Estimating Quantum Execution Requirements for Feature Selection in Recommender Systems Using Extreme Value Theory

TL;DR

This paper introduces a method using Extreme Value Theory to estimate the number of quantum executions needed for effective feature selection in recommender systems, addressing hardware noise and probabilistic outcomes.

Contribution

It presents a novel EVT-based approach to quantify quantum resource requirements for feature selection, considering real-world hardware noise and variability.

Findings

Effectively estimates quantum runs needed for high-quality solutions

Validated on multiple quantum platforms and benchmark datasets

Addresses quantum hardware noise and probabilistic solution quality

Abstract

Recent advances in quantum computing have significantly accelerated research into quantum-assisted information retrieval and recommender systems, particularly in solving feature selection problems by formulating them as Quadratic Unconstrained Binary Optimization (QUBO) problems executable on quantum hardware.
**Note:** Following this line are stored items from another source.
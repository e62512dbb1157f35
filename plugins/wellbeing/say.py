"""Items of this plugin in the few shapes that it uses."""

from __future__ import annotations

from collections.abc import Iterable, Sequence
from datetime import datetime

from handoff.plugin import Flag, Item, Part, Source, System, Value, Working

NOT_RECORDED = "not recorded"


def fact(
    key: str,
    label: str,
    shown: str,
    *,
    system: System,
    value: Value = None,
    unit: str = "",
    part: Part = Part.ASSESSMENT,
    as_of: datetime | None = None,
    flag: Flag = Flag.NONE,
    working: Working | None = None,
    sources: Iterable[Source] = (),
    cautions: Sequence[str] = (),
    rank: int | None = None,
    detail: bool = False,
    line: int = 0,
) -> Item:
    """Return an item of the assessment; one without a source only repeats what was charted."""
    cited = tuple(dict.fromkeys(sources))
    return Item(
        key=f"wellbeing.{key}",
        label=label,
        part=part,
        system=system,
        value=value,
        unit=unit,
        shown=shown,
        as_of=as_of,
        flag=flag,
        working=working,
        sources=cited,
        cautions=tuple(cautions),
        repeats=not cited,
        rank=rank,
        detail=detail,
        line=line,
    )
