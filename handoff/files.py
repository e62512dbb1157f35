"""Write files so that the old or the new one is whole: temporary file beside it, sync, replace."""

from __future__ import annotations

import contextlib
import os
import stat
import tempfile
from collections.abc import Mapping
from pathlib import Path

OWNER_ONLY = stat.S_IRUSR | stat.S_IWUSR


class CannotWrite(Exception):
    """A file could not be written; says which, why and what to do. Nothing half-written stays."""


def write_all(folder: Path, contents: Mapping[str, bytes]) -> list[Path]:
    """Write each (name, bytes) into ``folder`` and return the paths; made files are the owner's alone.

    Raises:
        CannotWrite: The folder or a file cannot be written.
    """
    try:
        folder.mkdir(parents=True, exist_ok=True)
    except OSError as error:
        raise CannotWrite(
            f"the folder {folder} cannot be made ({error.strerror}); name another with --out"
        ) from None
    written = []
    for name, content in contents.items():
        path = folder / name
        write_file(path, content)
        written.append(path)
    return written


def write_file(path: Path, content: bytes) -> None:
    """Replace ``path`` by ``content`` in one step; an existing file keeps its permissions.

    Raises:
        CannotWrite: The file cannot be written; an existing one is unchanged.
    """
    target = _inside(path)
    temporary = ""
    try:
        mode = stat.S_IMODE(target.stat().st_mode) if target.exists() else OWNER_ONLY
        handle, temporary = tempfile.mkstemp(prefix=".handoff-", suffix=".part", dir=target.parent)
        with os.fdopen(handle, "wb") as file:
            file.write(content)
            file.flush()
            os.fsync(file.fileno())
        Path(temporary).chmod(mode)
        Path(temporary).replace(target)
        temporary = ""
        _sync_folder(target.parent)
    except OSError as error:
        reason = error.strerror or type(error).__name__
        raise CannotWrite(
            f"{path} could not be written ({reason}); close it in other programs, check the disk, and try again"
        ) from None
    finally:
        if temporary:
            with contextlib.suppress(OSError):
                Path(temporary).unlink()


def _inside(path: Path) -> Path:
    """Return the real file behind ``path``; a link that leads out of its folder is refused."""
    if path.is_symlink():
        real = path.resolve()
        if real.parent != path.parent.resolve():
            raise CannotWrite(f"{path} is a link out of its folder; write into the real folder with --out")
        return real
    return path


def _sync_folder(folder: Path) -> None:
    if os.name == "nt":
        return
    # Some network folders cannot be synced; the file itself was, and is in its place by now.
    with contextlib.suppress(OSError):
        handle = os.open(folder, os.O_RDONLY)
        try:
            os.fsync(handle)
        finally:
            os.close(handle)
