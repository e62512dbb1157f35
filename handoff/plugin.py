"""The contract of a plugin, and the only core module that a plugin imports.

A plugin is data plus one pure function ``compute(case) -> Findings``: no base class, no
files, no clock, no network. It reads the validated state, its own block of the state file,
its cited parameters and the local policy, and returns items (what the reader should know)
and actions (what the care plan asks for), each with its working.
"""

from __future__ import annotations

from collections.abc import Callable, Mapping
from datetime import datetime, timedelta

from msgspec import Struct

from handoff.findings import (
    NOT_RECORDED,
    Action,
    Findings,
    Flag,
    FormulaInputError,
    Input,
    Item,
    Part,
    System,
    Urgency,
    Value,
    Working,
    fact,
    gap,
    not_asked,
)
from handoff.later import later
from handoff.parameters import Chosen, Parameter, Parameters, Source
from handoff.state.access import (
    amount,
    child,
    entries,
    number,
    pressure_pair,
    unit_of,
    value_of,
    words,
    yes,
)
from handoff.state.clock import Clock, PartialDate, read_date
from handoff.state.faults import Severity
from handoff.state.nodes import List, Map, Node, Text, line_of
from handoff.state.patient import Age, BurnTime, PatientState, Reading, Row, Weight
from handoff.words import hours as hours_text
from handoff.words import joined, plural, with_unit
from handoff.words import number as number_text

API_VERSION = 1
COMFORT_CARE = "comfort care"


class Case(Struct, frozen=True):
    """What a plugin is given: everything it may know, and nothing it could change."""

    state: PatientState
    block: Node | None
    parameters: Parameters
    now: datetime
    findings: Mapping[str, Findings]

    @property
    def clock(self) -> Clock:
        """The clock of the state file."""
        return self.state.clock

    @property
    def comfort(self) -> bool:
        """Whether comfort is the recorded goal of care, so that prompts to rescue fall silent."""
        return words(child(self.state.patient, "resuscitation", "decision")) == COMFORT_CARE

    def when(self, node: Node | None) -> datetime | None:
        """Return the instant written at ``node``, or None."""
        return self.state.when(node)

    def chosen(self, choice: str) -> Chosen:
        """Return which named rule set the policy chose for ``choice`` (its default otherwise)."""
        return self.parameters.chosen(choice)

    def input(self, label: str, node: Node | None, shown: str = "") -> Input:
        """Return an input that names the line of ``node``; ``shown`` defaults to the text as written."""
        return Input(label, shown or words(node), line_of(node))

    def hours_between(self, earlier: datetime, later: datetime) -> float:
        """Return the hours elapsed, right across a clock change."""
        return (later - earlier) / timedelta(hours=1)


class Problem(Struct, frozen=True):
    """A fault of the state file that no schema can see: the node, its path, what is wrong, what to do.

    ``path`` is counted from the root of the state file. ``Severity.UNUSUAL`` is a warning that
    shows in the document until it is confirmed; ``Severity.FAULT`` stops the work.
    """

    node: Node
    path: tuple[str | int, ...]
    what: str
    cure: str
    severity: Severity = Severity.FAULT


class Plugin(Struct, frozen=True):
    """A plugin: its name (folder, entry point and block of the state file), and what it computes.

    ``package`` is the import name of the folder that holds ``schema.json``, ``parameters.yaml``
    and ``cases.yaml``. ``requires`` names the plugins whose findings it reads. ``owns`` names
    further first words of keys that it reports on (its own name always counts). ``check``
    finds the faults that a schema cannot see; it runs before anything is computed, without findings.
    Both may be given by :func:`later`, so that a command which needs neither does not load them.
    """

    name: str
    title: str
    package: str
    compute: Callable[[Case], Findings]
    requires: tuple[str, ...] = ()
    owns: tuple[str, ...] = ()
    check: Callable[[Case], tuple[Problem, ...]] | None = None
    api_version: int = API_VERSION


__all__ = [
    "API_VERSION",
    "NOT_RECORDED",
    "Action",
    "Age",
    "BurnTime",
    "Case",
    "Chosen",
    "Clock",
    "Findings",
    "Flag",
    "FormulaInputError",
    "Input",
    "Item",
    "List",
    "Map",
    "Node",
    "Parameter",
    "Parameters",
    "Part",
    "PartialDate",
    "PatientState",
    "Plugin",
    "Problem",
    "Reading",
    "Row",
    "Severity",
    "Source",
    "System",
    "Text",
    "Urgency",
    "Value",
    "Weight",
    "Working",
    "amount",
    "child",
    "entries",
    "fact",
    "gap",
    "hours_text",
    "joined",
    "later",
    "line_of",
    "not_asked",
    "number",
    "number_text",
    "plural",
    "pressure_pair",
    "read_date",
    "unit_of",
    "value_of",
    "with_unit",
    "words",
    "yes",
]
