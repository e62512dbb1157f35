"""From one patient-state file to a burn nurse's handover and care plan."""

__version__ = "0.1.0"
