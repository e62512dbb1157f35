"""Write files so that the old or the new one is whole: temporary file beside it, sync, replace."""

from __future__ import annotations

import contextlib
import errno
import os
import stat
import tempfile
from collections.abc import Mapping, Sequence
from pathlib import Path

PART = ".handoff-"
"""What a temporary file is called; the number of the process that made it follows."""

OWNER_ONLY = stat.S_IRUSR | stat.S_IWUSR


class CannotWrite(Exception):
    """A file could not be written; says which, why and what to do. Nothing half-written stays."""


def write_all(folder: Path, contents: Mapping[str, bytes]) -> list[Path]:
    """Write each (name, bytes) into ``folder`` and return the paths; made files are the owner's alone.

    Every file is written beside its place first; only when all of them are on the disk does each
    take its place, so that a full disk or a folder in the way leaves the old set whole.

    Raises:
        CannotWrite: The folder or a file cannot be written; names what was already replaced.
    """
    try:
        folder.mkdir(parents=True, exist_ok=True)
    except OSError as error:
        raise CannotWrite(
            f"the folder {folder} cannot be made ({error.strerror}); name another with --out"
        ) from None
    for place in {(folder / name).parent for name in contents}:
        _sweep(place)
    ready: list[tuple[Path, Path, Path]] = []
    replaced: list[Path] = []
    try:
        for name, content in contents.items():
            path = folder / name
            target = _inside(path)
            ready.append((path, target, _beside(path, target, content)))
        for path, target, temporary in ready:
            _replace(path, target, temporary, replaced)
            replaced.append(path)
    finally:
        for _, _, temporary in ready[len(replaced) :]:
            with contextlib.suppress(OSError):
                temporary.unlink()
    return replaced


def write_file(path: Path, content: bytes) -> None:
    """Replace ``path`` by ``content`` in one step; an existing file keeps its permissions.

    Raises:
        CannotWrite: The file cannot be written; an existing one is unchanged.
    """
    if not path.parent.is_dir():
        raise CannotWrite(
            f"{path} could not be written (there is no such folder); check the name and try again"
        )
    write_all(path.parent, {path.name: content})


def _beside(path: Path, target: Path, content: bytes) -> Path:
    """Return a synced temporary file with ``content`` in the folder of ``target``."""
    temporary = ""
    try:
        if target.is_dir():
            raise IsADirectoryError(errno.EISDIR, os.strerror(errno.EISDIR))
        mode = stat.S_IMODE(target.stat().st_mode) if target.exists() else OWNER_ONLY
        handle, temporary = tempfile.mkstemp(
            prefix=f"{PART}{os.getpid()}-", suffix=".part", dir=target.parent
        )
        with os.fdopen(handle, "wb") as file:
            file.write(content)
            file.flush()
            os.fsync(file.fileno())
        Path(temporary).chmod(mode)
    except OSError as error:
        if temporary:
            with contextlib.suppress(OSError):
                Path(temporary).unlink()
        raise _refused(path, error) from None
    return Path(temporary)


def _replace(path: Path, target: Path, temporary: Path, replaced: list[Path]) -> None:
    try:
        temporary.replace(target)
    except OSError as error:
        raise _refused(path, error, replaced) from None
    _sync_folder(target.parent)


def _sweep(folder: Path) -> None:
    """Remove what a killed process left half-written: it may hold patient data and is of no use to anybody."""
    for left in folder.glob(f"{PART}*.part"):
        number = left.name.removeprefix(PART).partition("-")[0]
        if not (number.isdigit() and runs(int(number))):
            with contextlib.suppress(OSError):
                left.unlink()


def runs(number: int) -> bool:
    """Return whether a process of that number may still run on this machine; on Windows nobody can say."""
    if os.name == "nt":
        return True
    try:
        os.kill(number, 0)
    except ProcessLookupError:
        return False
    except OSError:
        return True
    return True


def _refused(path: Path, error: OSError, replaced: Sequence[Path] = ()) -> CannotWrite:
    reason = error.strerror or type(error).__name__
    new = f"; already new: {', '.join(one.name for one in replaced)}" if replaced else ""
    return CannotWrite(
        f"{path} could not be written ({reason}); close it in other programs, check the disk, and try again{new}"
    )


def _inside(path: Path) -> Path:
    """Return the real file behind ``path``; a link that leads out of its folder is refused."""
    try:
        if not path.is_symlink():
            return path
        real = path.resolve(strict=True)
    except (OSError, RuntimeError) as error:
        if isinstance(error, OSError) and error.errno == errno.ENAMETOOLONG:
            raise _refused(path, error) from None
        raise CannotWrite(f"{path} is a link that leads nowhere; delete it and try again") from None
    if real.parent != path.parent.resolve():
        raise CannotWrite(f"{path} is a link out of its folder; write into the real folder with --out")
    return real


def _sync_folder(folder: Path) -> None:
    if os.name == "nt":
        return
    # Some network folders cannot be synced; the file itself was, and is in its place by now.
    with contextlib.suppress(OSError):
        handle = os.open(folder, os.O_RDONLY)
        try:
            os.fsync(handle)
        finally:
            os.close(handle)
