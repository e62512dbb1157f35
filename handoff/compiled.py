"""Bundled tables, the merged schema and the templates, read once in the build so that no command parses them again.

Each is kept under the digest of the text that it was made from. A table that was edited since has
another digest, is not found here and is read from its source: what is kept can be absent, never stale.
"""

from __future__ import annotations

import hashlib
import json
from collections.abc import Iterable, Mapping
from functools import cache
from pathlib import Path
from typing import Any

FILE = Path(__file__).with_name("compiled.json")
"""Tables and schema."""

TEMPLATES = Path(__file__).with_name("compiled-templates.json")
"""What the tags of the built-in Word templates become; only drafting needs them."""


def digest_of(texts: Iterable[str]) -> str:
    """Return the digest under which what was made from ``texts`` is kept; their borders count."""
    found = hashlib.sha256()
    for text in texts:
        content = text.encode()
        found.update(f"{len(content)}:".encode())
        found.update(content)
    return found.hexdigest()


def kept(texts: Iterable[str], file: Path = FILE) -> Any | None:
    """Return what the build made from exactly these texts, or None when it made nothing from them."""
    return _all(file).get(digest_of(texts))


def parsed(text: str) -> Any:
    """Return the plain data of a trusted YAML text of our own.

    Raises:
        yaml.YAMLError: It is not YAML.
    """
    import yaml  # noqa: PLC0415  (a command whose tables are all compiled need not load it here)

    return yaml.load(text, Loader=getattr(yaml, "CSafeLoader", yaml.SafeLoader))  # noqa: S506  (a safe loader)


def keep(made: Iterable[tuple[tuple[str, ...], Any]], file: Path) -> None:
    """Write what was made from each group of texts to ``file``, and prove that it reads back equal.

    Raises:
        ValueError: Something that was made does not survive as JSON.
    """
    content = {digest_of(texts): data for texts, data in made}
    text = json.dumps(content, ensure_ascii=False, separators=(",", ":"), allow_nan=False)
    if json.loads(text) != content:
        raise ValueError("a table does not survive as JSON; write its keys as text")
    file.write_text(text, encoding="utf-8")


@cache
def _all(file: Path) -> Mapping[str, Any]:
    try:
        found: Mapping[str, Any] = json.loads(file.read_text(encoding="utf-8"))
    except (OSError, ValueError):
        return {}
    return found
However, while existing work primarily focuses on effectiveness and efficiency, it often overlooks the probabilistic and noisy nature of real-world quantum hardware. In this paper, we propose a solution based on Extreme Value Theory (EVT) to quantitatively assess the usability of quantum solutions. Specifically, given a fixed problem size, the proposed method estimates the number of executions (shots) required on a quantum computer to reliably obtain a high-quality solution, which is comparable to or better than that of classical baselines on conventional computers. Experiments conducted across multiple quantum platforms (including two simulators and two physical quantum processors) demonstrate that our method effectively estimates the number of required runs to obtain satisfactory solutions on two widely used benchmark datasets.